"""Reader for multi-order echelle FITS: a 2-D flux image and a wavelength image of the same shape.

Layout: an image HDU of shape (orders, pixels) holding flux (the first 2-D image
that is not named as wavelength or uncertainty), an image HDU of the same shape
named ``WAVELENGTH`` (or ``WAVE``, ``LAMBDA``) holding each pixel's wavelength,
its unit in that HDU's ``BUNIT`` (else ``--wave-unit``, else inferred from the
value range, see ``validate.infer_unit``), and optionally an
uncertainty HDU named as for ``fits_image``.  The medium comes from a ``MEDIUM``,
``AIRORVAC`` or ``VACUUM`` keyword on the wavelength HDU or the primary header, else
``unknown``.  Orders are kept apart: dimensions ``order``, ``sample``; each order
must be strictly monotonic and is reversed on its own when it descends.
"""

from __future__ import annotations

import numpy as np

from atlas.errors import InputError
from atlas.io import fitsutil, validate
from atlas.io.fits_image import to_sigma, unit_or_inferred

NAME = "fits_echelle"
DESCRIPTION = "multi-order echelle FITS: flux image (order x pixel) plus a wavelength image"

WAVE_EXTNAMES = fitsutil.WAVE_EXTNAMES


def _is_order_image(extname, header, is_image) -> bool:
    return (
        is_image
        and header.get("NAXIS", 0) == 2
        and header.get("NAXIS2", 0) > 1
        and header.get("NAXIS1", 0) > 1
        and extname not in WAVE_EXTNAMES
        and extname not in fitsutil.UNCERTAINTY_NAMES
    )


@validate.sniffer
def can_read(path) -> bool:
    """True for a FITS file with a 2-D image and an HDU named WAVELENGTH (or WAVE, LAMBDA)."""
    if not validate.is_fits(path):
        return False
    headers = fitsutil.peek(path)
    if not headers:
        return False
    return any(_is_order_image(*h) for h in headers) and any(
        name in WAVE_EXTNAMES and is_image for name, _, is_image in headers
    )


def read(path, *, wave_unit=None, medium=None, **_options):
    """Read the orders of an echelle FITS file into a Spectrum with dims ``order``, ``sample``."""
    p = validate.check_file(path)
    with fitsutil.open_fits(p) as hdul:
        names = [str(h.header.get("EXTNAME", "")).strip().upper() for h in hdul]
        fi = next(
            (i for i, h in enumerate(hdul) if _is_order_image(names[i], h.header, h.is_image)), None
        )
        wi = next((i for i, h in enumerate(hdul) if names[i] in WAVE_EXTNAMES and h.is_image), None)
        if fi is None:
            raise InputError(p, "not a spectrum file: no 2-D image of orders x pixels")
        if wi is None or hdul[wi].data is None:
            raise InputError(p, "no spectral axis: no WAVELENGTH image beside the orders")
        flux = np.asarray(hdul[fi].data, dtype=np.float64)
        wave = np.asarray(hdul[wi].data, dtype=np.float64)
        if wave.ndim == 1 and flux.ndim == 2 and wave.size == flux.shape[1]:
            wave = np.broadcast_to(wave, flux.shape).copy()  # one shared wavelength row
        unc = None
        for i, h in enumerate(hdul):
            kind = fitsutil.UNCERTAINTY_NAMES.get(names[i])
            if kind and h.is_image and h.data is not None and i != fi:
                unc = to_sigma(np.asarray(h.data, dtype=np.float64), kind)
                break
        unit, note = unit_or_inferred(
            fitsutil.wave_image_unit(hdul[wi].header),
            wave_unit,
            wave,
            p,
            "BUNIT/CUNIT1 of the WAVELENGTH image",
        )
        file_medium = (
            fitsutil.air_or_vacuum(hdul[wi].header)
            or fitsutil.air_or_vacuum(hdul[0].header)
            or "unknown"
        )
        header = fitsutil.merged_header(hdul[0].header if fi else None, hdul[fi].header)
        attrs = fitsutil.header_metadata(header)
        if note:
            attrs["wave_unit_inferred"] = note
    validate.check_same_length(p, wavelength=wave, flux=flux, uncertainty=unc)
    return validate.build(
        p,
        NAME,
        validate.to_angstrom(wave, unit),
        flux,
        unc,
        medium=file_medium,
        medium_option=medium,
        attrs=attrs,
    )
...
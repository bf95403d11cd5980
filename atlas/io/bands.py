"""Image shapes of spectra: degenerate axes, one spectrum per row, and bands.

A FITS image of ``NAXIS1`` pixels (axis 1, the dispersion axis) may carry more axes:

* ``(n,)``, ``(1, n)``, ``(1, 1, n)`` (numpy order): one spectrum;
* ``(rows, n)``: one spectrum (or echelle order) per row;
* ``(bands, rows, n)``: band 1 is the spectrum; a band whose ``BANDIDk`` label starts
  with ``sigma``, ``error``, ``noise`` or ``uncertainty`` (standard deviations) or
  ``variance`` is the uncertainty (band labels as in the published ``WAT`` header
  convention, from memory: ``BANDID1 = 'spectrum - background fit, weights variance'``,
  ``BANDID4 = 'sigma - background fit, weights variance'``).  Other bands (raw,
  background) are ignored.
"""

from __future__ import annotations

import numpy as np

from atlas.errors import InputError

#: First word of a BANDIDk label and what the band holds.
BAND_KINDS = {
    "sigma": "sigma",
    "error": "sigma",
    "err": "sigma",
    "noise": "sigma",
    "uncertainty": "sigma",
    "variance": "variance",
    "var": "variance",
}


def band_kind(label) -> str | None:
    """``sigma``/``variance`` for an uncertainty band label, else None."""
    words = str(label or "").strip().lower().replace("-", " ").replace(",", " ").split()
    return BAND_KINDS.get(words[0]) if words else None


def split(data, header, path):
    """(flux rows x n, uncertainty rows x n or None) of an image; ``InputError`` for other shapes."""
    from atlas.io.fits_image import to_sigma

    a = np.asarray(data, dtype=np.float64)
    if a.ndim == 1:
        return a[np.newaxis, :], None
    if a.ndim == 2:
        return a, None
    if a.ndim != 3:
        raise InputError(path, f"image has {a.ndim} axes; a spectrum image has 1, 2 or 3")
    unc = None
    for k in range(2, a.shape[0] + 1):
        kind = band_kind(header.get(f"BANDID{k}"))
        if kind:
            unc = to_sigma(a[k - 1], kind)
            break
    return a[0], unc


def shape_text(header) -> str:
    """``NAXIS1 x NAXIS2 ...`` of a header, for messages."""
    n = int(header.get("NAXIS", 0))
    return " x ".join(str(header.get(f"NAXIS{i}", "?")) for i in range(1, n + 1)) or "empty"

◆ HOW TO COMPLETE THIS TASK ◆
"LAMBDA" is the string to look for; please copy every line of the records above where it appears.

◆ TASK OUTPUT ◆
named ``WAVELENGTH`` (or ``WAVE``, ``LAMBDA``) holding each pixel's wavelength,
    """True for a FITS file with a 2-D image and an HDU named WAVELENGTH (or WAVE, LAMBDA)."""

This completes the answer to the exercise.